Sunday Telegraph (april 21 2002) Booker's notebook:
Last week I challenged agriculture minister Lord Whitty's claim to MEPs that the controversial 'contiguous cull', under which millions of healthy animals were killed during last year's foot-and-mouth catatstrophe, had been upheld by the courts. On Wednesday three peers, Lord Monro of Langholm, Lord Onslow and the Countess of Mar, asked Whitty to substantiate his claim. His reply was that the cull was upheld in two cases known as Winslade and Westerhall. "The legality of the cull is not in doubt". When I read this to a senior lawyer involved in the battle over the cull, he was incredulous (his exact word was 'b******s!"). Although the government won those cases, they were resolved on individual circumstances. In no way did they approve the cull in principle. The nearest thing to a legal test was the case of 'Grunty the pig' last June, when Mr Justice Harrison ruled in the High Court that the government had no power to impose a "blanket slaughter policy" and that, under the Animal Health Act 1981, each case must be assessed individually. In other words, wherever the government slaughtered on general principle it was acting illegally. Lord Whitty thus misled not only the European Parliament but also our own.

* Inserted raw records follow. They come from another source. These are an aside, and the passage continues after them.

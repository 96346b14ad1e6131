// SPDX-License-Identifier: GPL-3.0-or-later
#include "core/trend/flag_text.h"

#include "core/catalogue_table.h"
#include "core/catalogue_text.h"
#include "core/explanation/cautions.h"
#include "core/sentence_words.h"
#include "core/trend/drift_catalogue.h"

#include <algorithm>
#include <cctype>
#include <charconv>
#include <cmath>
#include <map>

namespace evenstroke {
namespace {

std::string quantity_words(const MovedQuantity& moved) { return lower_first(quantity(moved.quantity).title); }

std::string amount_text(const MovedQuantity& moved)
{
    const Quantity& q = quantity(moved.quantity);
    const std::string symbol = moved.percent ? "%" : std::string(unit(q.unit).symbol);
    return two_digits(std::abs(moved.amount)) + (symbol.empty() || symbol == "1" ? "" : " " + symbol);
}

std::string months_text(double months)
{
    const int whole = std::max(1, static_cast<int>(std::lround(months)));
    return whole == 1 ? "1 month" : std::to_string(whole) + " months";
}

std::string change_text(const MovedQuantity& moved, bool ramp, bool first)
{
    const bool up = moved.amount > 0.0;
    if (ramp)
        return std::string(first ? (up ? " has risen " : " has fallen ") : (up ? " up " : " down ")) +
               amount_text(moved) + " a month";
    return std::string(first ? " stands " : " ") + amount_text(moved) + (up ? " higher" : " lower");
}

/// Whether the drift of an engine's value is that of its deviation from a baseline curve. The charge air is
/// followed as its difference to the coolant, whatever curve it may have (core/trend/drift_input.cpp).
bool in_baseline(const Engine& engine, const std::string& name)
{
    if (name == "scavenge_temperature")
        return false;
    return std::any_of(engine.baseline.begin(), engine.baseline.end(),
                       [&](const BaselinePoint& point) { return point.values.count(name) != 0; });
}

constexpr std::size_t most_named_quantities = 4; // a sentence, not a list: the flag itself carries them all

std::string drift_sentence(const Flag& flag, const Engine& engine, std::size_t most_named)
{
    if (flag.moved.empty())
        return subject_text(engine, flag.subject) + " has left its own level.";
    const bool cylinder = flag.subject.kind == Place::Kind::cylinder;
    std::string text = cylinder ? subject_text(engine, flag.subject) + " " + quantity_words(flag.moved.front())
                                : quantity(flag.moved.front().quantity).title;
    if (!cylinder && quantity(flag.moved.front().quantity).per == Place::Kind::cylinder)
        text += " of all cylinders";
    text += change_text(flag.moved.front(), flag.ramp, true);
    text += flag.ramp ? " for " + months_text(flag.months) : " than before " + date_text(flag.since);
    text += cylinder ? " against the other cylinders"
            : in_baseline(engine, quantity(flag.moved.front().quantity).name) ? " against the engine's own baseline"
                                                                              : " from the engine's own level";
    const std::size_t named = std::min(flag.moved.size(), most_named);
    for (std::size_t i = 1; i < named; ++i)
        text += (i == 1 ? "; " : ", ") + quantity_words(flag.moved[i]) + change_text(flag.moved[i], flag.ramp, false);
    if (named < flag.moved.size() && named > 1)
        text += " and " + std::to_string(flag.moved.size() - named) + " more";
    if (!flag.pattern_words.empty())
        text += "; the pattern of " + flag.pattern_words;
    return text + ".";
}

std::string question_sentence(const Flag& flag, const Engine& engine)
{
    return "Was work done on " + lower_first(subject_text(engine, flag.subject)) + " about " + date_text(flag.since) +
           "? Its readings took a new level at once, as they do after an overhaul, and the events hold none.";
}

std::string chance_text(double years)
{
    if (!(years > 0.0))
        return {};
    return "So strong a drift comes by chance on a sound engine about once in " +
           (years >= 1000.0 ? std::string("1000 engine-years or more seldom") : two_digits(years) + " engine-years") +
           ".";
}

} // namespace

std::string two_digits(double amount)
{
    if (!std::isfinite(amount))
        return "?";
    if (amount == 0.0)
        return "0";
    const int digits_before = static_cast<int>(std::floor(std::log10(std::abs(amount)))) + 1;
    const int decimals = std::clamp(2 - digits_before, 0, 4);
    const double step = std::pow(10.0, std::max(0, digits_before - 2));
    char buffer[64];
    const double rounded = decimals == 0 ? std::round(amount / step) * step : amount;
    const auto result = std::to_chars(buffer, buffer + sizeof buffer, rounded, std::chars_format::fixed, decimals);
    return {buffer, result.ptr};
}

std::string note_text(const FlagNote& note, const std::string& day)
{
    std::string text = day + ", " + note.who + ": ";
    if (note.said == FlagNote::Said::no_work)
        text += note.words.empty() ? "no work was done" : "no work was done; ";
    return text + note.words;
}

std::string subject_text(const Engine& engine, const Place& subject)
{
    if (subject.kind == Place::Kind::cylinder)
        return "Cylinder " + engine.cylinder_name(subject.number);
    if (subject.kind == Place::Kind::engine || subject.kind == Place::Kind::ship)
        return "The engine";
    std::string text = place_text(subject);
    text[0] = static_cast<char>(std::toupper(static_cast<unsigned char>(text[0])));
    return text;
}

std::string next_check(const std::string& pattern, const std::string& quantity_name)
{
    static const std::map<std::string, std::string> checks = [] {
        std::map<std::string, std::string> loaded;
        const CatalogueTable table(catalogue_text::next_checks);
        for (std::size_t row = 0; row < table.rows(); ++row)
            loaded[table.cell(row, "finding")] = table.cell(row, "check");
        return loaded;
    }();
    for (const std::string& key : {pattern, quantity_name})
        if (const auto found = checks.find(key); !key.empty() && found != checks.end())
            return found->second;
    return "Read the value again at the same load and compare the instrument.";
}

void word_flag(Flag& flag, const Engine& engine, double years)
{
    const std::string quantity_name = quantity(flag.quantity).name;
    if (const drift::Signature* signature = drift::find_signature(flag.pattern))
        flag.pattern_words = signature->title;
    if (flag.severity == Level::ask) {
        flag.sentence = question_sentence(flag, engine);
        flag.next_check = "If work was done, write it into the events; the comparison then starts anew from it.";
        return;
    }
    flag.sentence = drift_sentence(flag, engine, most_named_quantities);
    flag.chance_sentence = chance_text(years);
    flag.next_check = next_check(flag.pattern, quantity_name);
    flag.cautions = cautions_for(flag.pattern, quantity_name, engine.two_stroke());
}

std::string short_sentence(const Flag& flag, const Engine& engine)
{
    return flag.severity == Level::ask || flag.absolute_limit ? flag.sentence : drift_sentence(flag, engine, 1);
}

std::string limit_sentence(const Engine& engine, const Place& place, const Quantity& q, double value, double limit,
                           bool above, const std::string& source)
{
    const std::string symbol(unit(q.unit).symbol);
    char number[32], mark[32];
    const auto number_end = std::to_chars(number, number + sizeof number, value, std::chars_format::general, 6).ptr;
    const auto mark_end = std::to_chars(mark, mark + sizeof mark, limit, std::chars_format::general, 6).ptr;
    std::string text = place.kind == Place::Kind::engine ? q.title
                                                         : subject_text(engine, place) + " " + lower_first(q.title);
    text += " read " + std::string(number, number_end) + " " + symbol + ", " + (above ? "above" : "below") +
            " the limit of " + std::string(mark, mark_end) + " " + symbol;
    return text + (source.empty() ? "." : " (" + source + ").");
}

std::string doubt_sentence(const Engine& engine, const Doubt& doubt, const std::string& typed_text)
{
    std::string where = doubt.place && doubt.place->kind != Place::Kind::engine
                            ? subject_text(engine, *doubt.place) + (doubt.quantity ? " " : "")
                            : std::string();
    if (doubt.quantity)
        where += where.empty() ? quantity(*doubt.quantity).title : lower_first(quantity(*doubt.quantity).title);
    const std::string typed = typed_text.empty() ? "" : ", typed " + typed_text + ",";
    const std::string meant = doubt.suggestion ? " Was " + *doubt.suggestion + " meant?" : "";
    switch (doubt.verdict) {
    case Doubt::Verdict::decimal_slip: return where + typed + " looks as if the decimal sign slipped." + meant;
    case Doubt::Verdict::digits_swapped:
        if (doubt.suggestion && doubt.suggestion->size() > typed_text.size() && !typed_text.empty())
            return where + typed + " looks as if a digit were missing." + meant;
        return where + typed + " looks as if two digits changed places." + meant;
    case Doubt::Verdict::unit_slip:
        return where + ": the whole row looks as if it were in another unit. Look at the gauge's face and the unit chosen.";
    case Doubt::Verdict::cylinders_swapped:
        return where + " looks as if it stood in another cylinder's box. Were two cylinders exchanged?";
    case Doubt::Verdict::copied:
        return (where.empty() ? std::string("More than half of all values") : where + ": the values") +
               " equal earlier ones to the last digit. Were they copied?";
    case Doubt::Verdict::unsteady:
        return "All values scatter more than usual: the load was probably not steady. The reading is shown, and raises nothing.";
    case Doubt::Verdict::implausible: break;
    }
    return where + typed + " is far from what this place usually reads. Please read it again or confirm it.";
}

} // namespace evenstroke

This strangely casual approach to the truth shown by our agriculture ministers was further illustrated by a saga which began last November when Margaret Beckett based the case for her new Animal Health Bill on a claim that 55 farms around Thirsk had resisted the ministry slaughter policy, 29 of their appeals had been upheld, yet nine were later found to have foot-and-mouth. Following pressure from Lord Jopling, Lord Whitty admitted on December 20 that these figures had been applied to Thirsk in error. They related to the whole of North Yorkshire. In a letter to Jopling on January 10 Elliot Morley further corrected the figures, admitting there had been only 16 appeals from Thirsk and only two farms found infected; and Lord Whitty grudgingly conceded on the floor of the House that the Thirsk farmers had been maligned. Yet, when appearing two weeks ago before MEPs, he without a blush repeated much the same figures for which he had earlier apologised, claiming that in the Thirsk area 27 appeals had been upheld and seven farms found infected. Again he must have hoped that if he repeated his untruths, no one would notice. It is getting rather a habit.